RCI Effective in RA Patients Not Responding to Other Treatments

Rheumatoid arthritis (RA) patients who still have active disease despite treatment with disease-modifying antirheumatic drugs (DMARDs) and at least one corticosteroid may benefit from a repository corticotropin injection (RCI), according to recent research.
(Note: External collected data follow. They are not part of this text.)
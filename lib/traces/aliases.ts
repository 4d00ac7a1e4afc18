// Aliases the drift screen proposes: a name from traces that is no component key or alias, and
// looks like exactly one declared component's key. Three readings, each a common naming habit
// (rules of thumb, not a standard):
//   1. the same letters and digits once separators are dropped: "cart_service" ~ "cart-service",
//      "CartService" (traced, normalised to "cartservice") ~ "cart-service";
//   2. the first label of a DNS name: "cart.shop.svc.cluster.local" ~ "cart" (server.address
//      values are host names, general/attributes.md);
//   3. the same once a trailing service/svc/server/srv/api/app/backend word is dropped from either:
//      "cartservice" ~ "cart", "cart" ~ "cart-api".
// A name matching several components gets no proposal: guessing between them would mislead.

export interface AliasProposal {
  /** the declared component */
  key: string;
  /** the trace name to list in its aliases */
  alias: string;
  reason: string;
}

const squash = (s: string): string => s.replace(/[-_.]/g, "");
const SUFFIX = /(service|svc|server|srv|api|app|backend)$/;
const stem = (s: string): string => {
  const q = squash(s);
  const t = q.replace(SUFFIX, "");
  return t === "" ? q : t;
};

export function proposeAliases({ tracedNames, declaredKeys, known }: { tracedNames: Iterable<string>; declaredKeys: readonly string[]; known: ReadonlySet<string> }): AliasProposal[] {
  const bySquash = new Map<string, string[]>();
  const byStem = new Map<string, string[]>();
  for (const k of declaredKeys) {
    bySquash.set(squash(k), [...(bySquash.get(squash(k)) ?? []), k]);
    byStem.set(stem(k), [...(byStem.get(stem(k)) ?? []), k]);
  }
  const out: AliasProposal[] = [];
  for (const name of new Set(tracedNames)) {
    if (known.has(name)) continue;
    const candidates = new Map<string, string>();
    for (const k of bySquash.get(squash(name)) ?? []) candidates.set(k, `"${name}" and "${k}" differ only in separators`);
    const label = name.includes(".") ? name.split(".")[0]! : null;
    if (label) for (const k of [...(bySquash.get(squash(label)) ?? [])]) if (!candidates.has(k)) candidates.set(k, `"${name}" is a host name whose first label is "${label}"`);
    if (candidates.size === 0) for (const k of byStem.get(stem(label ?? name)) ?? []) candidates.set(k, `"${name}" and "${k}" differ only in a service-like suffix`);
    if (candidates.size !== 1) continue;
    const [[key, reason]] = [...candidates] as [[string, string]];
    if (key !== name) out.push({ key, alias: name, reason });
  }
  return out.sort((a, b) => (a.key < b.key ? -1 : a.key > b.key ? 1 : a.alias < b.alias ? -1 : 1));
}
The findings of the study, “A Multicentre Study Assessing the Efficacy and Safety of Repository Corticotropin Injection in Patients With Persistently Active Rheumatoid Arthritis,” were presented in a poster presentation at the European Congress of Rheumatology 2019 (EULAR) that took place June 12-15 in Madrid.

The multi-center study consisted of two parts: a 12-week open-label RCI treatment period, followed by a 12-week double-blind, placebo-controlled, randomized withdrawal period for the patients who achieved low disease activity (LDA) in part one.

The study included patients aged ≥ 18 years who met the 2010 American College of Rheumatology/EULAR classification for RA and had persistent RA (defined as disease activity score with a 28 joint count and erythrocyte sedimentation rate [DAS28-ER] > 3.2 despite prior treatment with at least one DMARD and at least one corticosteroid).

The open-label period included 259 patients (mean age, 51 years; 89% were female). Mean DAS28-ESR at baseline was 6.3, and mean ESR was 43.6. After 12 weeks, mean DAS28-ESR and ESR were 3.6 and 24, respectively, and 63% of patients achieved LDA.

When the open-label period came to an end, the patients who achieved LDA during part one were stratified into two groups: RCI (n = 77) or placebo (n = 76). The RCI and placebo groups had a similar mean age (50.1 years and 50.9 years, respectively), DAS28-ESR (both 6.2), and ESR (40.3 and 42, respectively). Six RCI patients withdrew due to adverse event (n = 1), meeting withdrawal criteria (n = 1), or worsening of disease activity (n = 4). In the placebo group, 21 patients withdrew due to meeting withdrawal criteria (n = 2), being lost to follow-up (n = 3), withdrawing by subject (n = 2), worsening of disease activity (n = 10), or another reason (n = 4). This left 71 RCI patients and 56 placebo patients who completed the second part of the trial.

At the conclusion of the double-blind period, the rate of cumulative disease activity flare in the RCI group (17.05%) was about half that of the placebo group (29.73%; P = 0.049), and significantly more RCI patients achieved LDA compared to placebo (86% vs. 66%).

Results Promising Even for Short-term RCI Use

Dhiman Basu, MBBS, MD, FACR, a Texas-based rheumatologist who is affiliated with Medical City North Hills, said that the study’s findings are promising in part due to the response of patients who took the drug initially and then switched to placebo.

“Even those folks who got the drug for the first 12 weeks but the next 12 weeks they got the placebo, they still have a different response,” Dr. Basu, who was not involved in the study, said in an interview. “So if there’s an opportunity that you use the drug for the first 12 weeks but then you have to stop the drug for whatever reason, you’ll still be able to achieve a different response. Of course, not as good as when you are getting the drugs for the whole exact 24 weeks.”

The findings did not come as a shock to Dr. Basu “because of the nature of the drug,” he added.  In Dr. Basu’s experience, RA patients who struggle to achieve adequate disease control through the current existing therapies respond well to RCI.

Going forward, Dr. Basu said, “A good next step would be if we can use the drug for a little longer period of time, [and if] we can be able to successfully take people off of steroids completely.”